I’m reminded of the fruits of such short-sighted activism-without-substance every time I drive through the College/University intersection. Along the curb on the east side of University is a weedy, barren strip of dirt separating street from sidewalk. I remember many of these same local Activists carrying their Signs and fighting the Good Fight against Monolithic AKDOTPF to change their Design and leave Earthen these valuable 18”-wide strips of Real Estate in between Concrete Structures, so that Flowers may be Planted and Lives Enhanced aesthetically. The hollowness of their eventual victory is personified as these ugly strips cry out to all who notice them: “We’ve no Time for Planting the Flowers we Promised, we’ve got Other Things to Protest!”

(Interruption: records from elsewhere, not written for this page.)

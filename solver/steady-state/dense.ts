/** Small dense linear algebra for shooting. */

/** Columns that add less than this to what the earlier ones span are left out. */
const RANK_TOLERANCE = 1e-11;

/**
 * The least-squares solution of rows · x = right by Householder reflections with column pivoting (G. Golub, 1965); unknowns that the rows do not
 * determine are zero. Undefined where a number is not finite.
 */
export function solveLeastSquares(
  rows: readonly (readonly number[])[],
  right: readonly number[],
): Float64Array | undefined {
  const m = rows.length;
  const n = rows[0]?.length ?? 0;
  const a = rows.map((row) => Float64Array.from(row));
  const b = Float64Array.from(right);
  if (a.some((row) => row.some((value) => !Number.isFinite(value))) || b.some((value) => !Number.isFinite(value)))
    return undefined;
  const order = Array.from({ length: n }, (_, j) => j);
  const norm = (j: number, from: number): number => {
    let sum = 0;
    for (let i = from; i < m; i++) sum += a[i]![j]! ** 2;
    return Math.sqrt(sum);
  };
  let rank = 0;
  let largest = 0;
  for (let k = 0; k < Math.min(m, n); k++) {
    let best = k;
    let bestNorm = -1;
    for (let j = k; j < n; j++) {
      const size = norm(j, k);
      if (size > bestNorm) {
        best = j;
        bestNorm = size;
      }
    }
    if (k === 0) largest = bestNorm;
    if (!(bestNorm > RANK_TOLERANCE * largest)) break;
    if (best !== k) {
      for (const row of a) [row[k], row[best]] = [row[best]!, row[k]!];
      [order[k], order[best]] = [order[best]!, order[k]!];
    }
    const alpha = a[k]![k]! > 0 ? -bestNorm : bestNorm;
    const v = new Float64Array(m);
    for (let i = k; i < m; i++) v[i] = a[i]![k]!;
    v[k]! -= alpha;
    let square = 0;
    for (let i = k; i < m; i++) square += v[i]! ** 2;
    if (square > 0) {
      const reflect = (get: (i: number) => number, set: (i: number, value: number) => void): void => {
        let dot = 0;
        for (let i = k; i < m; i++) dot += v[i]! * get(i);
        const factor = (2 * dot) / square;
        for (let i = k; i < m; i++) set(i, get(i) - factor * v[i]!);
      };
      for (let j = k; j < n; j++)
        reflect(
          (i) => a[i]![j]!,
          (i, value) => {
            a[i]![j] = value;
          },
        );
      reflect(
        (i) => b[i]!,
        (i, value) => {
          b[i] = value;
        },
      );
    }
    rank++;
  }
  const x = new Float64Array(n);
  for (let k = rank - 1; k >= 0; k--) {
    let sum = b[k]!;
    for (let j = k + 1; j < rank; j++) sum -= a[k]![j]! * x[order[j]!]!;
    x[order[k]!] = sum / a[k]![k]!;
  }
  return x;
}

/** Solves multiply(x) = right by GMRES without restarts, to a relative residual, in at most `limit` multiplications. */
export function solveGmres(
  multiply: (x: Float64Array) => Float64Array,
  right: Float64Array,
  tolerance: number,
  limit: number,
): Float64Array {
  const n = right.length;
  const dot = (a: Float64Array, b: Float64Array): number => a.reduce((sum, value, i) => sum + value * b[i]!, 0);
  const beta = Math.sqrt(dot(right, right));
  const x = new Float64Array(n);
  if (beta === 0) return x;
  const basis = [right.map((value) => value / beta)];
  const columns: Float64Array[] = [];
  const cosines: number[] = [];
  const sines: number[] = [];
  const g = [beta];
  for (let k = 0; k < limit; k++) {
    const w = multiply(basis[k]!);
    const h = new Float64Array(k + 2);
    // modified Gram-Schmidt
    for (let j = 0; j <= k; j++) {
      h[j] = dot(w, basis[j]!);
      for (let i = 0; i < n; i++) w[i]! -= h[j]! * basis[j]![i]!;
    }
    const size = Math.sqrt(dot(w, w));
    h[k + 1] = size;
    for (let j = 0; j < k; j++) {
      const upper = cosines[j]! * h[j]! + sines[j]! * h[j + 1]!;
      h[j + 1] = -sines[j]! * h[j]! + cosines[j]! * h[j + 1]!;
      h[j] = upper;
    }
    const radius = Math.hypot(h[k]!, size);
    cosines[k] = radius === 0 ? 1 : h[k]! / radius;
    sines[k] = radius === 0 ? 0 : size / radius;
    h[k] = radius;
    g[k + 1] = -sines[k]! * g[k]!;
    g[k]! *= cosines[k]!;
    columns.push(h);
    if (Math.abs(g[k + 1]!) <= tolerance * beta || size === 0) break;
    basis.push(w.map((value) => value / size));
  }
  const y = new Float64Array(columns.length);
  for (let k = columns.length - 1; k >= 0; k--) {
    let sum = g[k]!;
    for (let j = k + 1; j < columns.length; j++) sum -= columns[j]![k]! * y[j]!;
    y[k] = columns[k]![k] === 0 ? 0 : sum / columns[k]![k]!;
  }
  columns.forEach((_, k) => {
    for (let i = 0; i < n; i++) x[i]! += y[k]! * basis[k]![i]!;
  });
  return x;
}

You see, it’s not the anti-PATRIOT Act stance I’m disgusted with—it’s the hijacking of an honorable, useful, apolitical association of people to fulfill the aims of some short-sighted political activists. It puts the ECA on a level with the Berkeley City Council, forever passing wacky pronouncements, rather than the Peace Corps, actively engaged in bettering lives. The ECA could host a forum, a debate, or a “teach-in,” or rent its hall to others to do so, but it best serves its members by remaining above the fray.

I choose to associate with political groups to express my political views. I choose to assemble with the Ester Community Association to participate in discussions and engage in volunteer works that improve the place we live. It’s been working just fine for sixty-two years. And we throw Great Parties!

To those who would have it become the Ester Political Association, adopting popular Agendas like flavors-of-the-day, I say shame on you. Shame on you for lacking the drive or ambition or confidence to begin your own political association. Shame on you for using biased, unauthorized polling to put your words in our mouths. Shame on you for attempting to railroad the Ester Community Association.